*** Opening of Records supplied ***

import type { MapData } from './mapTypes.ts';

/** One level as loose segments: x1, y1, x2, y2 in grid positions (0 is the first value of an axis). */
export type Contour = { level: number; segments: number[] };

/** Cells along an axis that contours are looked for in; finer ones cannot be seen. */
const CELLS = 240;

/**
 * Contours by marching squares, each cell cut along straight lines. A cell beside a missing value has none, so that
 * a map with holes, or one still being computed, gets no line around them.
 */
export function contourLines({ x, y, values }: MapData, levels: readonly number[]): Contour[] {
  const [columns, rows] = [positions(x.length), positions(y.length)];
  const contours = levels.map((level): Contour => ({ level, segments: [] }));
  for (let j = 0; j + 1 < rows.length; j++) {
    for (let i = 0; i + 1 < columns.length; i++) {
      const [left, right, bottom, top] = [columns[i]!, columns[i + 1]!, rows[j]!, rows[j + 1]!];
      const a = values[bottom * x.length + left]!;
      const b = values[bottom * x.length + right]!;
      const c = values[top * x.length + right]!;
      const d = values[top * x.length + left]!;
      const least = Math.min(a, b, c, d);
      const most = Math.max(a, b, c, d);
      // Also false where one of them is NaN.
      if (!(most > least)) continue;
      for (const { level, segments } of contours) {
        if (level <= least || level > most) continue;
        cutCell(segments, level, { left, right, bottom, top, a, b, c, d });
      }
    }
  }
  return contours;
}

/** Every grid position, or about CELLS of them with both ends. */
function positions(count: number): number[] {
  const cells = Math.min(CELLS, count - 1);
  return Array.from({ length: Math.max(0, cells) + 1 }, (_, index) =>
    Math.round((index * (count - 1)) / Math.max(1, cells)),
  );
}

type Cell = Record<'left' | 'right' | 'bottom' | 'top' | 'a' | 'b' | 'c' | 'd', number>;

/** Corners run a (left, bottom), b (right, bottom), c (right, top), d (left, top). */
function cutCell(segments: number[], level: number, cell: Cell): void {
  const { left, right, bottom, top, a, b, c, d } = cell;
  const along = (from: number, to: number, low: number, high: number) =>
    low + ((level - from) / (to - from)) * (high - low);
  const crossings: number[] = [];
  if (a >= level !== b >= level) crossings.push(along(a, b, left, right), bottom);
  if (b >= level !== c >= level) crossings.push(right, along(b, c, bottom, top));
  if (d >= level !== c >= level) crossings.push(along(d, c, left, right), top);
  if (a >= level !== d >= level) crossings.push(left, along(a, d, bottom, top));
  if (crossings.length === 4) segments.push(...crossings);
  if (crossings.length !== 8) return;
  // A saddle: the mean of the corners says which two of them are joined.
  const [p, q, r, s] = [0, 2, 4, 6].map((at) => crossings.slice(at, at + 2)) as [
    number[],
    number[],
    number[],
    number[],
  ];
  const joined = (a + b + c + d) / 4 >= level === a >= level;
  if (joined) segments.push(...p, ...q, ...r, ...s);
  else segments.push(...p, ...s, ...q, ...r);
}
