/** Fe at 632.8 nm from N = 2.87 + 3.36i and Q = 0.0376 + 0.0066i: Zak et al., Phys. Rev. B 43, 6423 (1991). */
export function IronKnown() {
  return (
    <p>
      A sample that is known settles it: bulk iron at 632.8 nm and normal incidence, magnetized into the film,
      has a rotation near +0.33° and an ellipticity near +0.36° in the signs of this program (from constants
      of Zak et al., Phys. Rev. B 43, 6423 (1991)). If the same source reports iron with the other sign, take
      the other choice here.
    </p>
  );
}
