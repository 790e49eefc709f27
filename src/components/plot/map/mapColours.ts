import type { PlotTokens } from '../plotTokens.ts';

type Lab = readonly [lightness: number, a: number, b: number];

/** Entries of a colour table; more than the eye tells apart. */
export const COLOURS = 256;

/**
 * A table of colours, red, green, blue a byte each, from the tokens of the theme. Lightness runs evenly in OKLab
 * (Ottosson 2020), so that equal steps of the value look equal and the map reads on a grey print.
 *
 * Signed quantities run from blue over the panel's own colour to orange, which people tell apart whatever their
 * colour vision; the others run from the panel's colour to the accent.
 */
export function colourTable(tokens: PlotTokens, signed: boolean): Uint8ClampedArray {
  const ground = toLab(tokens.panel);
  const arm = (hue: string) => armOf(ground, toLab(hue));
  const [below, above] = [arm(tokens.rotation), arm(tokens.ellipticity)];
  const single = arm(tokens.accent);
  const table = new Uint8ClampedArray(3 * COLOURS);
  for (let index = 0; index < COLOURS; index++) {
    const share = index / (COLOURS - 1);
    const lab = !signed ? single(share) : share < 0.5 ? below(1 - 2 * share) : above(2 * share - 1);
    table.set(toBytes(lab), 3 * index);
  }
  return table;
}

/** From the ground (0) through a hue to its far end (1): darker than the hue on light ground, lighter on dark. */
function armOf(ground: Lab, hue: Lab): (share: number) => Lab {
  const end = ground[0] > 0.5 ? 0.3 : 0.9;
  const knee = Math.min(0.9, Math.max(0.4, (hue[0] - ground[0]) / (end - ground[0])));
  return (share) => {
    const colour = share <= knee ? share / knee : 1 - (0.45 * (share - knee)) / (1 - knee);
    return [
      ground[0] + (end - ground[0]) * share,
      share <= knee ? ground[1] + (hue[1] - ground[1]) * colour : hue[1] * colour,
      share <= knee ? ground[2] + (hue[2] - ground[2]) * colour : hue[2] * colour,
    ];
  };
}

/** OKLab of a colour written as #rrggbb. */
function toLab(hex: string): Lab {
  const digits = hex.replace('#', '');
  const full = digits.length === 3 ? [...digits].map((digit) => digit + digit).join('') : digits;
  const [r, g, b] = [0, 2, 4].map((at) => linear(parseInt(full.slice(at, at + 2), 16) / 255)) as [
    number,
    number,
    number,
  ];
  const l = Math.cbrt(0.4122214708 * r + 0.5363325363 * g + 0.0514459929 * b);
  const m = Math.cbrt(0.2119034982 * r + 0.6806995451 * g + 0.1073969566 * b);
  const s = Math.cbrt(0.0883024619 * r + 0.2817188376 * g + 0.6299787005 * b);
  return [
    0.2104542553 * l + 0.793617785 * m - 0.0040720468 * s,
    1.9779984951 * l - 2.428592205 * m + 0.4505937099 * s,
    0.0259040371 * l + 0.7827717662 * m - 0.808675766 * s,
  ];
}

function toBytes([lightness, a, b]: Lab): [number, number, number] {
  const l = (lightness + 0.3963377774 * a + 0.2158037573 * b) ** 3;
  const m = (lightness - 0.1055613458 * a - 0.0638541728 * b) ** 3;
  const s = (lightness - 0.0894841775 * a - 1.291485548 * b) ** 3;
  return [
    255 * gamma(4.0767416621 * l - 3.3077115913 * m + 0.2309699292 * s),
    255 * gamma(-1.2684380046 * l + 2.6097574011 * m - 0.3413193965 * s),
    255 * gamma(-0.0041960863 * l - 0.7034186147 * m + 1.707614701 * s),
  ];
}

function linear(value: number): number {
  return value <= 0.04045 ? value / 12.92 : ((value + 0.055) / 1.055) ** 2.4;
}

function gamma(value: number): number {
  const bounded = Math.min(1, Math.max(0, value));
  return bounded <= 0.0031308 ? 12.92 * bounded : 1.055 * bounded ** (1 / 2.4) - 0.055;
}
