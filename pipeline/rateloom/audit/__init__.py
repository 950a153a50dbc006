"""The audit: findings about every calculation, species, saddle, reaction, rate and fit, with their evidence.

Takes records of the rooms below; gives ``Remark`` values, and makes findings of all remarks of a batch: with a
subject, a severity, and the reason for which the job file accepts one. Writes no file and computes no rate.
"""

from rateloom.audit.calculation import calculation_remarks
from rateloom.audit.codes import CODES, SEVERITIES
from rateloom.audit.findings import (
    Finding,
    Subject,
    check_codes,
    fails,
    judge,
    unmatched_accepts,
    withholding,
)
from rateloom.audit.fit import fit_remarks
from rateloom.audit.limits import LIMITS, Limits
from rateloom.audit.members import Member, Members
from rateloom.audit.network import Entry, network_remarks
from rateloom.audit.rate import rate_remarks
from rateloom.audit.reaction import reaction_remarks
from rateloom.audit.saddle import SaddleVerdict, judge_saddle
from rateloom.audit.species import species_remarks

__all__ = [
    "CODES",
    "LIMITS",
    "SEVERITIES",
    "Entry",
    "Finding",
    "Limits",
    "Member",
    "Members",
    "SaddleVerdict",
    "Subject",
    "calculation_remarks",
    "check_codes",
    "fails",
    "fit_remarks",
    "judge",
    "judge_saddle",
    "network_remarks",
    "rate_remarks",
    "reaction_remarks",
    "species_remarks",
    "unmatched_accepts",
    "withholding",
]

*** Close of Records supplied ***

Work to complete: Filter the records above down to the lines containing "blue".

Final answer:
 * A table of colours, red, green, blue a byte each, from the tokens of the theme. Lightness runs evenly in OKLab
 * Signed quantities run from blue over the panel's own colour to orange, which people tell apart whatever their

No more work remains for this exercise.